顾顺觉得李懂会像是这样的月亮,安详而持续地发出光芒,尽管所有人都在看星星。之前心口那道血痕陡然生出了清晰的刺痛,仿佛切实可感。他没来由地想起临沂舰上,健身房里那番贴身缠斗后发生的亲吻:那时顾顺的嘴唇上也出现过同样的痛楚,但更鲜明的感觉来自于李懂的唇,丰润、厚实而柔软,触感美妙奇异。

他想起同样有力的臂膀、结实柔韧的大腿、力量爆发时拧动的腰胯、稳定的手臂与灵巧的手指,再向上,顾顺想起李懂写满信任的清澈眼睛。这些日子来所有隐秘而不可宣的情绪忽然全找到了来源,每一缕被顾顺刻意略过的躁动都凶猛地反扑,叫嚣着让他看清自己的心。

刹那间灵台清明。

原来那些奇妙的欢喜与柔情,令我不知所措的,全都是为你。

一时又好似有无尽烦恼纠缠如蔓绞结升起:怎么偏偏是你?我的战友、我的兄弟?

顾顺做了二十多年的钢铁直男,现在不得不面对自己可能喜欢上一个同性的情形,难以避免地,他陷入了茫然。

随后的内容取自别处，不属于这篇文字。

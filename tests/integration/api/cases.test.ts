import { beforeAll, describe, expect, it } from "vitest";
import { PATCH as changeCase, GET as getCase } from "@/app/api/cases/[caseId]/route";
import { POST as addCase, GET as listCases } from "@/app/api/cases/route";
import { CaseDetailSchema, CaseListSchema } from "@/lib/cases/schema";
import { ALIGNED, type Finding } from "@/lib/reflex/finding";
import { listObjectKeys } from "../../support/bucket";
import { callRoute } from "../../support/call-route";
import { caseFields, caseForm } from "../../support/case-form";
import { changingNothing } from "../../support/changing-nothing";
import { useDatabase } from "../../support/database";
import { itIsGuarded, itRefusesOtherSites } from "../../support/guarded-route";
import { expectFieldErrors, expectProblem } from "../../support/problem";
import { signInAs } from "../../support/session";
import { makeTwoDepartments, type TwoDepartments } from "../../support/staff";
import { leftExo, makeCase, makeDraft, makeOpenRound, makePhotograph, rightEso } from "../../support/world";

describe("the case library", () => {
  const db = useDatabase();
  let people: TwoDepartments;
  beforeAll(async () => {
    people = await makeTwoDepartments(db());
  });

  describe("GET /api/cases", () => {
    const findings: Record<string, Finding> = {
      aligned: ALIGNED,
      eso: rightEso(15),
      exo: leftExo(30),
      vertical: { ...ALIGNED, eye: "left", vertical: "hypo", verticalDegrees: 10 },
      combined: { ...rightEso(20), vertical: "hyper", verticalDegrees: ">45" },
      "not-readable": { readable: false, reason: "needs-cover-test" },
    };
    beforeAll(async () => {
      for (const [kind, finding] of Object.entries(findings)) {
        await makeCase(db(), people.own.lead, finding, { code: `kind.${kind}` });
      }
      const retired = await makeCase(db(), people.own.lead, ALIGNED, { code: "kind.retired" });
      await db()("cases").where({ id: retired }).update({ retired_at: new Date() });
      await db()("cases").where({ code: "kind.eso" }).update({ is_anchor: true, note: "100% sure_thing" });
      await makeCase(db(), people.other.lead, ALIGNED, { code: "kind.foreign" });
    });
    const codesFor = async (query: Record<string, string>) => {
      signInAs(people.own.lead.id);
      const { status, body } = await callRoute(listCases, { query });
      expect(status).toBe(200);
      return CaseListSchema.parse(body).cases.map(({ code }) => code.replace("kind.", ""));
    };

    itIsGuarded({ db, handler: listCases, roles: ["lead"], people: () => people });

    it("lists the department's own cases in force, by code, and counts all it has", async () => {
      signInAs(people.own.lead.id);
      const { body, headers } = await callRoute(listCases);
      const { cases, total } = CaseListSchema.parse(body);
      const expected = ["aligned", "combined", "eso", "exo", "not-readable", "vertical"];
      expect(cases.map(({ code }) => code)).toEqual(expected.map((kind) => `kind.${kind}`));
      expect(cases.map(({ finding }) => finding)).toEqual(expected.map((kind) => findings[kind]));
      expect(total).toBe(7);
      expect(headers.get("cache-control")).toBe("no-store");
    });
    it.each(Object.keys(findings))("finds of the kind %s exactly that case", async (kind) => {
      expect(await codesFor({ kind })).toEqual([kind]);
    });
    it("finds by part of a code or a note, in any case, and takes % and _ as they are", async () => {
      expect(await codesFor({ q: "ESO" })).toEqual(["eso"]);
      expect(await codesFor({ q: "sure_THING" })).toEqual(["eso"]);
      expect(await codesFor({ q: "%" })).toEqual(["eso"]);
      expect(await codesFor({ q: "_" })).toEqual(["eso"]);
      expect(await codesFor({ q: "\\" })).toEqual([]);
      expect(await codesFor({ q: "'; DROP TABLE cases; --" })).toEqual([]);
    });
    it("shows anchors and retired cases when asked", async () => {
      expect(await codesFor({ anchors: "only" })).toEqual(["eso"]);
      expect(await codesFor({ retired: "only" })).toEqual(["retired"]);
      expect(await codesFor({ retired: "with" })).toHaveLength(7);
    });
    it("answers 422 to a filter it does not know, by name or by value", async () => {
      signInAs(people.own.lead.id);
      expectFieldErrors(await callRoute(listCases, { query: { kinds: "eso" } }), ["#"]);
      expectFieldErrors(await callRoute(listCases, { query: { kind: "esotropia", retired: "yes" } }), [
        "#/kind",
        "#/retired",
      ]);
      expectFieldErrors(await callRoute(listCases, { query: { q: "x".repeat(101) } }), ["#/q"]);
    });
  });

  describe("POST /api/cases", () => {
    let photograph: Buffer;
    beforeAll(async () => {
      photograph = await makePhotograph();
    });
    const post = (fields: unknown, file: Uint8Array | undefined = photograph, name?: string) => {
      signInAs(people.own.lead.id);
      return callRoute(addCase, { method: "POST", body: caseForm(fields, file, name) });
    };
    const guarded = {
      db,
      handler: addCase,
      roles: ["lead"] as const,
      people: () => people,
      call: () => ({ method: "POST", body: caseForm(caseFields({ code: "guarded" }), photograph) }),
    };
    itIsGuarded(guarded);
    itRefusesOtherSites(guarded);

    it("adds the case with its photograph, first reference and audit entry", async () => {
      const code = "a".repeat(24);
      const fields = caseFields({ code: ` ${code} `, note: "n".repeat(500), isAnchor: true });
      const { status, body, headers } = await post(fields, photograph, "my photograph.jpeg");
      expect(status).toBe(201);
      const { id } = CaseDetailSchema.pick({ id: true }).parse(body);
      expect(headers.get("location")).toBe(`/api/cases/${id}`);
      const detail = CaseDetailSchema.parse((await callRoute(getCase, { params: { caseId: id } })).body);
      expect(detail).toMatchObject({
        code,
        isAnchor: true,
        isRetired: false,
        finding: leftExo(20),
        width: 420,
        height: 184,
        originalName: "my photograph.jpeg",
        lastRoundNumber: null,
        rounds: [],
        references: [{ revision: 1, basis: "panel", uncertaintyDegrees: null, createdBy: people.own.lead.name }],
      });
      expect(await db()("audit_events").where({ target_id: id })).toMatchObject([
        { action: "case.created", actor_id: people.own.lead.id, department_id: people.own.lead.departmentId },
      ]);
    });

    it.each<[string, Record<string, unknown>, string[]]>([
      ["no code", { code: "" }, ["#/code"]],
      ["a code of 25 letters", { code: "a".repeat(25) }, ["#/code"]],
      ["a code with a space", { code: "C 1" }, ["#/code"]],
      ["a note of 501 letters", { note: "n".repeat(501) }, ["#/note"]],
      ["no consent", { consent: undefined }, ["#/consent"]],
      ["another consent", { consent: "assumed" }, ["#/consent"]],
      ["a field that does not exist", { colour: "blue" }, ["#"]],
      ["no reference", { reference: undefined }, ["#/reference"]],
      ["an unknown basis", { reference: { finding: ALIGNED, basis: "guess" } }, ["#/reference/basis"]],
      [
        "an uncertainty below 0",
        { reference: { finding: ALIGNED, basis: "panel", uncertaintyDegrees: -1 } },
        ["#/reference/uncertaintyDegrees"],
      ],
    ])("answers 422 to %s, points at it and keeps nothing", async (_, changes, pointers) => {
      expectFieldErrors(await changingNothing(db(), () => post(caseFields(changes))), pointers);
    });

    it.each<[string, unknown, string[]]>([
      ["a deviating eye without a direction", { ...ALIGNED, eye: "left" }, ["horizontal"]],
      ["a direction without an eye", { ...leftExo(20), eye: "none" }, ["eye"]],
      ["a direction without degrees", { ...leftExo(20), horizontalDegrees: null }, ["horizontalDegrees"]],
      ["degrees without a direction", { ...leftExo(20), verticalDegrees: 5 }, ["verticalDegrees"]],
      ["0 degrees", leftExo(0), ["horizontalDegrees"]],
      ["46 degrees", leftExo(46), ["horizontalDegrees"]],
      ["half a degree", leftExo(1.5), ["horizontalDegrees"]],
      ["no reason", { readable: false }, ["reason"]],
      ["a reason beside directions", { ...leftExo(20), reason: "blurred" }, [""]],
    ])("answers 422 to a reference with %s", async (_, finding, fields) => {
      const called = await changingNothing(db(), () => post(caseFields({ reference: { finding, basis: "panel" } })));
      expectFieldErrors(
        called,
        fields.map((field) => `#/reference/finding${field && `/${field}`}`),
      );
    });

    it("answers 422 to a character that a text cannot hold", async () => {
      expectFieldErrors(await changingNothing(db(), () => post(caseFields({ note: "a\u0000b" }))), ["#/note"]);
    });
    it("answers 422 without a photograph or with an empty one", async () => {
      const without = () => callRoute(addCase, { method: "POST", body: caseForm(caseFields()) });
      signInAs(people.own.lead.id);
      expectFieldErrors(await changingNothing(db(), without), ["#/photograph"]);
      expectFieldErrors(await changingNothing(db(), () => post(caseFields(), new Uint8Array())), ["#/photograph"]);
    });
    it("answers 400 to fields that are not JSON, and to what is no form", async () => {
      expectProblem(await changingNothing(db(), () => post("{code")), 400, "not-json");
      const form = { method: "POST", body: "code=1", headers: { "content-type": "text/plain" } };
      expectProblem(await changingNothing(db(), () => callRoute(addCase, form)), 400, "not-a-form");
    });

    it("answers 409 to a code in use, in capitals too, and keeps no photograph of it", async () => {
      expect((await post(caseFields({ code: "twice" }))).status).toBe(201);
      expectProblem(await changingNothing(db(), () => post(caseFields({ code: "TWICE" }))), 409, "code-in-use");
      signInAs(people.other.lead.id);
      const other = await callRoute(addCase, {
        method: "POST",
        body: caseForm(caseFields({ code: "twice" }), photograph),
      });
      expect(other.status).toBe(201); // another department's codes are its own
    });
    it("gives a code to exactly one of several uploads at once", async () => {
      const objects = (await listObjectKeys()).length;
      const answers = await Promise.all([1, 2, 3, 4].map(() => post(caseFields({ code: "at-once" }))));
      expect(answers.map(({ status }) => status).sort()).toEqual([201, 409, 409, 409]);
      expect(await db()("cases").where({ code: "at-once" })).toHaveLength(1);
      expect(await listObjectKeys()).toHaveLength(objects + 1);
    });
  });

  describe("GET /api/cases/[caseId]", () => {
    let caseId: string;
    beforeAll(async () => {
      caseId = await makeCase(db(), people.own.lead, leftExo(15));
    });
    itIsGuarded({
      db,
      handler: getCase,
      roles: ["lead"],
      people: () => people,
      call: () => ({ params: { caseId } }),
      param: "caseId",
    });

    it("tells in which rounds the case was shown, drafts apart from the last one", async () => {
      const items = [{ caseId, kind: "first" as const }];
      await makeOpenRound(db(), people.own.lead, { examiners: [people.own.examiner], items, title: "Shown" });
      await makeDraft(db(), people.own.lead, { examiners: [], items, title: "Planned" });
      signInAs(people.own.lead.id);
      const detail = CaseDetailSchema.parse((await callRoute(getCase, { params: { caseId } })).body);
      expect(detail.rounds.map(({ title, state }) => [title, state])).toEqual([
        ["Planned", "draft"],
        ["Shown", "open"],
      ]);
      expect(detail.lastRoundNumber).toBe(detail.rounds[1]?.number);
    });
  });

  describe("PATCH /api/cases/[caseId]", () => {
    let caseId: string;
    beforeAll(async () => {
      caseId = await makeCase(db(), people.own.lead, leftExo(15));
    });
    const patch = (body: unknown) => {
      signInAs(people.own.lead.id);
      return callRoute(changeCase, { method: "PATCH", params: { caseId }, body });
    };
    const guarded = {
      db,
      handler: changeCase,
      roles: ["lead"] as const,
      people: () => people,
      call: () => ({ method: "PATCH", params: { caseId }, body: { note: "guarded" } }),
      param: "caseId",
    };
    itIsGuarded(guarded);
    itRefusesOtherSites(guarded);

    it("changes what is named and leaves the rest, with an audit entry", async () => {
      expect((await patch({ note: " a new note " })).body).toMatchObject({ note: "a new note", isAnchor: false });
      expect((await patch({ isAnchor: true })).body).toMatchObject({ note: "a new note", isAnchor: true });
      const [latest] = await db()("audit_events").where({ target_id: caseId }).orderBy("id", "desc");
      expect(latest).toMatchObject({ action: "case.changed", detail: { isAnchor: true } });
    });
    it("retires a case and takes it back", async () => {
      expect((await patch({ isRetired: true })).body).toMatchObject({ isRetired: true });
      expect((await patch({ isRetired: false })).body).toMatchObject({ isRetired: false });
    });
    it("answers 422 to other fields and to text too long, 400 to what is not JSON", async () => {
      expectFieldErrors(await changingNothing(db(), () => patch({ code: "new" })), ["#"]);
      expectFieldErrors(await changingNothing(db(), () => patch({ note: "n".repeat(501), isAnchor: "yes" })), [
        "#/note",
        "#/isAnchor",
      ]);
      expectProblem(await changingNothing(db(), () => patch("note=1")), 400, "not-json");
    });
    it("answers 422 to a character that a text cannot hold", async () => {
      expectFieldErrors(await changingNothing(db(), () => patch({ note: "a\u0000b" })), ["#/note"]);
    });
  });
});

好在他们还在演习中途,他可以先不必纠结于这个问题,还能够安然与李懂保持距离。

顾顺苦笑了一下:李懂万分严肃地不让他靠近,说他撩起来太要命眼神太深情,可对方已经能像个没事人似的保持冷静稳定,他自己却先陷了进去……

不,这些什么都不算,他们还得前进。

然而导演部的通知打了这支小队一个措手不及。当他们还在试图摸出蓝军指挥部位置时,自家已经被炸了营地。杨锐很轻地骂了一句什么,徐宏有点好笑地把手搭上他的肩膀,轻轻捏了一把:“算了。”毕竟实力不如人,再觉得憋屈也只能憋屈着。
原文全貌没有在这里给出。